Following the ligation reaction, the vector was then inserted into an E. coli JM109 host strain by
transformation. As discussed in the previous handouts, a ligated vector without an insert (“self” ligated)
will have an uninterrupted lacZ’ gene and therefore a functional lacZα subunit will be transcribed. Thus,
colonies with a plasmid that has no insert in the multiple cloning site will have a functional β–
galactosidase enzyme. Cells with a functional β–galactosidase enzyme (Lac+ transformants) that are
grown on a plate with the X-gal substrate will be blue. However, if a fragment was inserted in the lacZ’
gene, then a functional lacZα subunit will not be made, resulting in a lack of β–galactosidase enzyme
activity, hence colonies will be white (Lac- transformants).

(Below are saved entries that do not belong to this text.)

/**
 * Exact weighted unate covering (which primes to take so that every row is covered at least once, at
 * least cost): the proof phase of the minimal-cover search. Costs are integers (terms × TERM + literals),
 * so a lower bound LB with ⌈LB⌉ ≥ the best cover known proves that cover minimal.
 *
 * - **Reduction** at the root on index arrays and bitsets: essential columns, row dominance, column
 *   dominance at equal or lower cost (keeps at least one minimal cover), repeated; then the core is split
 *   into independent components (no shared column), each solved on its own.
 * - **Lower bound**: Lagrangian relaxation of the row constraints, L(λ) = Σ λ_r + Σ_j min(0, c_j − Σ_{r ∈ j} λ_r),
 *   valid for every λ ≥ 0, raised by subgradient optimisation (common practice, no source: the textbook
 *   Lagrangian relaxation of set covering, as in Beasley's set-covering algorithm, from memory); when
 *   that does not prune, the LP relaxation of the node's open part solved by our simplex (`cover-lp.ts`),
 *   whose dual multipliers are then the λ (in the literal stage the term count is an equality — stage 1
 *   proved that no cover has fewer — which lifts the bound well above the subgradient's).
 * - **Reduced-cost fixing**: a column whose reduced cost lifts the bound to the best known is struck; a
 *   column whose removal would do so is taken.
 * - **Incumbents** from the LP solution (columns by LP value, made irredundant; at the root a dive:
 *   columns of high LP value taken and the LP solved again until the rows are covered) and from the reduced
 *   costs: the columns of negative reduced cost, completed greedily, redundant columns dropped,
 *   single-column swaps to cheaper ones.
 * - **Branch and bound** on the free column whose LP value is nearest 1/2 (take it, then strike it);
 *   without an LP solution, on the open row with fewest columns, its columns in order of reduced cost
 *   (branch i takes column i and strikes columns 1..i−1); each child warm-started from its parent's
 *   multipliers.
 *
 * Work is counted in entry visits (one per row–column incidence touched; four simplex tableau updates count
 * as one), not time, so whether a cover is proven does not depend on the machine's load.
 */

/** What the covering solver found. */
export interface CoverSolution {
  /** the columns (as given) of the best cover found */
  cover: number[];
  cost: number;
  /** true when the search proved no cheaper cover exists */
  proven: boolean;
  /** work spent (entry visits) */
  steps: number;
  /**
   * A proven lower bound on the number of columns of any cover (equal to the cover's count when the term
   * stage was proven everywhere): from the root bounds of the components whose search ran out.
   */
  termBound: number;
  /**
   * When the fewest columns are proven (every component's term stage finished): a proven lower bound on
   * the literals of any cover with that many columns (the cover's literals when proven); else undefined.
   */
  literalBound?: number;
}

/** Cost weight of one term: terms × TERM + literals, so fewer terms always wins (as in cover-matrix.ts). */
const TERM = 1 << 16;

/** Margin for floating-point sums in the bound: costs are integers, bounds are compared as ⌈LB − EPS⌉. */
const EPS = 1e-4;
/** Subgradient iterations at the root and at other nodes (warm-started from the parent's multipliers). */
const ROOT_IT = 3000;
const NODE_IT = 60;
/** Non-improving iterations before the step factor is halved. */
const STALE = 30;
/** Root iterations between runs of the covering heuristic. */
const HEUR_EVERY = 100;

/**
 * Minimum-cost cover of the rows.
 * @param clauses per row, the columns covering it (any non-negative integers)
 * @param costOf cost of a column (a positive integer)
 * @param upper a cover known beforehand (columns as in `clauses`), or empty
 * @param work entry visits allowed before giving up with the best cover found (not proven)
 */
export function solveCover(clauses: number[][], lits: (col: number) => number, upper: number[], work: number): CoverSolution {
  const ids = [...new Set(clauses.flat())].sort((a, b) => a - b);
  const local = new Map<number, number>();
  ids.forEach((g, i) => local.set(g, i));
  const rows = clauses.map((c) => c.map((g) => local.get(g) ?? -1));
  const litCost = Float64Array.from(ids, lits);
  const costs = Float64Array.from(litCost, (l) => TERM + l);
  const ones = new Float64Array(ids.length).fill(1);
  const budget = { left: work, steps: 0 };
  const root = reduceRoot(rows, costs, budget);
  if (!root) throw new Error('solveCover: a row has no column');
  if (budget.left < 0) {
    // the budget ran out before the reductions finished: the known cover, not proven
    const cost = upper.reduce((s, g) => s + costs[local.get(g) ?? 0], 0);
    return { cover: [...upper].sort((a, b) => a - b), cost, proven: false, steps: budget.steps, termBound: 0 };
  }
  const taken = [...root.taken];
  let proven = true;
  let termBound = taken.length;
  let literalBound: number | undefined = taken.reduce((s, p) => s + litCost[p], 0);
  for (const comp of components(root.rows)) {
    // the known cover restricted to this component's columns (a cover of its rows unless reduction struck one of them)
    const compCols = new Set(comp.flat());
    const start = upper.map((g) => local.get(g) ?? -1).filter((p) => compCols.has(p));
    // stage 1: fewest terms; stage 2: fewest literals among covers of at most that many terms
    const terms = new BranchAndBound(comp, ones, budget, Infinity, litCost).solve(start);
    let pick = terms.cover;
    let done = terms.proven;
    termBound += terms.bound;
    if (done) {
      const lit = new BranchAndBound(comp, litCost, budget, terms.cover.length, ones).solve(terms.cover);
      pick = lit.cover;
      done = lit.proven;
      if (literalBound !== undefined) literalBound += lit.bound;
    } else literalBound = undefined;
    taken.push(...pick);
    if (!done) proven = false;
  }
  const cover = taken.map((p) => ids[p]).sort((a, b) => a - b);
  const cost = taken.reduce((s, p) => s + costs[p], 0);
  return { cover, cost, proven, steps: budget.steps, termBound, literalBound };
}

interface Budget { left: number; steps: number }

/**
 * Essential columns, row dominance, column dominance (at equal or lower cost; of two equal columns the
 * later goes), until nothing changes. Returns the columns taken and the rows left, or null when a row has
 * no column.
 */
function reduceRoot(rows0: number[][], costs: Float64Array, budget: Budget): { taken: number[]; rows: number[][] } | null {
  const C = costs.length;
  let rows = rows0.map((r) => [...new Set(r)].sort((a, b) => a - b));
  const taken: number[] = [];
  const struck = new Uint8Array(C);
  for (let changed = true; changed; ) {
    changed = false;
    for (const r of rows) budget.steps += r.length;
    // essential columns
    const chosen = new Uint8Array(C);
    for (const r of rows) {
      if (!r.length) return null;
      if (r.length === 1 && !chosen[r[0]]) { chosen[r[0]] = 1; taken.push(r[0]); changed = true; }
    }
    if (changed) rows = rows.filter((r) => !r.some((p) => chosen[p]));
    // row dominance: a row whose columns include another row's columns is implied by it
    const R = rows.length;
    const cw = (C + 31) >>> 5;
    const rowBits = new Uint32Array(R * cw);
    rows.forEach((r, i) => { for (const p of r) rowBits[i * cw + (p >>> 5)] |= 1 << (p & 31); });
    const colRows: number[][] = Array.from({ length: C }, () => []);
    const order = rows.map((_, i) => i).sort((a, b) => rows[a].length - rows[b].length || a - b);
    const keep = new Uint8Array(R);
    for (const i of order) {
      const ri = rows[i];
      // a kept row inside ri shares ri's columns; look through the column of ri with the fewest kept rows
      let pivot = ri[0];
      for (const p of ri) if (colRows[p].length < colRows[pivot].length) pivot = p;
      let dominated = false;
      for (const j of colRows[pivot]) {
        if (rows[j].length > ri.length) continue;
        budget.steps += cw;
        let sub = true;
        for (let w = 0; w < cw && sub; w++) if (rowBits[j * cw + w] & ~rowBits[i * cw + w]) sub = false;
        if (sub) { dominated = true; break; }
      }
      // a dominated row need not be indexed: any row it would dominate is dominated by its dominator too
      if (dominated) { changed = true; continue; }
      keep[i] = 1;
      for (const p of ri) colRows[p].push(i);
    }
    if (changed) rows = rows.filter((_, i) => keep[i]);
    // column dominance on the kept rows: p goes when some q of no greater cost covers every row of p
    const keptIdx = rows.map((_, i) => i);
    const K = rows.length;
    const rw = (K + 31) >>> 5;
    const colBits = new Uint32Array(C * rw);
    const colList: number[][] = Array.from({ length: C }, () => []);
    keptIdx.forEach((i) => { for (const p of rows[i]) { colBits[p * rw + (i >>> 5)] |= 1 << (i & 31); colList[p].push(i); } });
    let dropped = false;
    for (let p = 0; p < C; p++) {
      if (struck[p] || !colList[p].length) continue;
      const first = colList[p][0];
      for (const q of rows[first]) {
        if (q === p || struck[q] || costs[q] > costs[p] || colList[q].length < colList[p].length) continue;
        budget.steps += rw;
        let sub = true;
        for (let w = 0; w < rw && sub; w++) if (colBits[p * rw + w] & ~colBits[q * rw + w]) sub = false;
        if (!sub) continue;
        // equal rows and equal cost: the later column goes, so one of them stays
        if (costs[q] === costs[p] && colList[q].length === colList[p].length && q > p) continue;
        struck[p] = 1;
        dropped = true;
        break;
      }
    }
    if (dropped) {
      changed = true;
      rows = rows.map((r) => r.filter((p) => !struck[p]));
    }
  }
  budget.left -= budget.steps;
  return { taken, rows };
}
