test('a board with a program store inside a module: the bench lists its own inputs, the strip records what can change', async ({ page, gatefold }) => {
  await page.setViewportSize({ width: 1500, height: 950 });
  await signUp(page, OWNER);
  const file = readFileSync(new URL('../../examples/one-bit-processor.gatefold.json', import.meta.url));
  const imported = await page.request.post('/api/boards/import', {
    headers: { Origin: gatefold.baseURL },
    multipart: { file: { name: 'one-bit-processor.gatefold.json', mimeType: 'application/json', buffer: file } },
  });
  expect(imported.status()).toBe(201);
  const { board } = (await imported.json()) as { board: { id: number } };
  await page.goto(`/boards/${board.id}`);
  // 171 gates in modules: on a loaded machine the first state can take a while (a wait for a state, not a speed check)
  await expect(level(page, 'bench-input-DIN')).toHaveAttribute('data-level', /^[01]$/, { timeout: 60_000 });
  // the board's own inputs: the DIN switch, the clock and its one constant; none of the 16 constants inside
  // the program store's instance (decision 004: the board's inputs and outputs are its top level)
  const inputRows = page.locator('[data-testid^="bench-input-"]');
  await expect(inputRows).toHaveCount(3);
  await expect(page.locator('[data-testid^="bench-input-rom/"]')).toHaveCount(0);
  await expect(page.getByTestId('bench-input-CLK')).toBeVisible();
  // its unlabelled constant reads by its level, not as a numbered name cut to the column; the full name on hover
  const constName = page.getByTestId('bench-input-one').locator('span[title]').first();
  await expect(constName.locator('[aria-hidden="true"]')).toHaveText('logic 1');
  await expect(constName).toHaveAttribute('title', 'Constant 1, tied to logic 1 (id one)');
  expect(await constName.evaluate((el) => el.scrollWidth <= el.clientWidth)).toBe(true);
  // the strip records by default what can change: DIN, CLK and the eleven lamps, no constant
  const rows = page.getByTestId('timing-summary');
  await expect(rows).toHaveCount(13);
  const signals = await rows.evaluateAll((els) => els.map((e) => e.getAttribute('data-signal')));
  expect(signals.slice(0, 2)).toEqual(['DIN', 'CLK']);
  expect(signals).toEqual(expect.arrayContaining(['STEP0', 'STEP1', 'OUT']));
  // Right after opening, before anything changed, each row shows its level now as a line from the start
  // of the recording (it starts after power-on, at t > 0; the strip used to draw those rows empty until the
  // first change): in every row, nearly every column of the plot holds the 0 or the 1 colour.
  const drawnShare = () => page.getByTestId('timing-canvas').evaluate((c: HTMLCanvasElement, g) => {
    const ctx = c.getContext('2d')!;
    const k = c.width / c.clientWidth;
    const rgb = (h: string) => [1, 3, 5].map((i) => parseInt(h.slice(i, i + 2), 16));
    const bg = rgb(g.surface);
    // a level's colour over the strip's background, at least half covering the pixel (lines are antialiased)
    const colours = g.colours.map((h) => rgb(h).map((v, i) => v - bg[i]));
    const isLevel = (p: ArrayLike<number>, i: number) => colours.some((c) => {
      const d = [p[i] - bg[0], p[i + 1] - bg[1], p[i + 2] - bg[2]];
      const a = (d[0] * c[0] + d[1] * c[1] + d[2] * c[2]) / (c[0] ** 2 + c[1] ** 2 + c[2] ** 2);
      return a > 0.5 && d.every((v, j) => Math.abs(v - a * c[j]) < 12);
    });
    const shares: number[] = [];
    for (let row = 0; (g.axis + (row + 1) * g.row) * k <= c.height; row++) {
      const x0 = Math.ceil((g.label + 2) * k);
      const img = ctx.getImageData(x0, Math.floor((g.axis + row * g.row) * k), c.width - x0 - 2, Math.floor(g.row * k)).data;
      const w = c.width - x0 - 2;
      let lit = 0;
      for (let x = 0; x < w; x++) {
        let hit = false;
        for (let y = 0; y < img.length / 4 / w && !hit; y++) {
          const i = 4 * (y * w + x);
          hit = isLevel(img, i);
        }
        if (hit) lit++;
      }
      shares.push(lit / w);
    }
    return shares;
  }, { colours: [WAVE_COLOURS.high, WAVE_COLOURS.low], surface: WAVE_COLOURS.surface, axis: AXIS_H, row: ROW_H, label: LABEL_W });
  await expect.poll(async () => { const s = await drawnShare(); return s.length >= 3 && s.every((v) => v > 0.95); }).toBe(true);
  await expect(page.getByTestId('timing-strip').getByRole('button', { name: 'Signals (13)' })).toBeVisible();
  await page.screenshot({ path: 'test-results/simulation-09-program-store.png' });
  // any net can still be added with the picker: a program bit inside the store
  await page.getByTestId('timing-strip').getByRole('button', { name: 'Signals (13)' }).click();
  const picker = page.getByRole('dialog', { name: 'Signals to record' });
  await picker.getByLabel('Filter signals').fill('rom/c_s0_b3');
  await picker.getByRole('checkbox', { name: 'rom/c_s0_b3_out' }).check();
  await expect(page.locator('[data-testid="timing-summary"][data-signal="rom/c_s0_b3_out"]')).toHaveCount(1);
  await expect(rows).toHaveCount(14);
});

In today’s lab, you will grow Lac+ and Lac- E. coli cultures and assay for β–galactosidase enzyme
activity. β–galactosidase enzyme activity assays will be performed using 4-orthonitrophenalgalactopyranoside (ONPG) as a substrate. Recall that upon catalysis by β–galactosidase, ONPG will form a
yellow color.
Lac+ cells (blue colonies) will have a functional β-galactosidase enzyme and therefore will hydrolyze
ONPG, hence a yellow color will be observed. Lac- cells (white colonies) do not have a functional βgalactosidase enzyme and therefore will not hydrolyze ONPG, hence no yellow color will be observed.
pUC8 without insert  β-galactosidase is expressed  blue colonies  yellow observed
pUC8 with insert  β-galactosidase is not expressed  white colonies  no yellow observed
Follow Module III directions below for performing β-galactosidase enzyme assays.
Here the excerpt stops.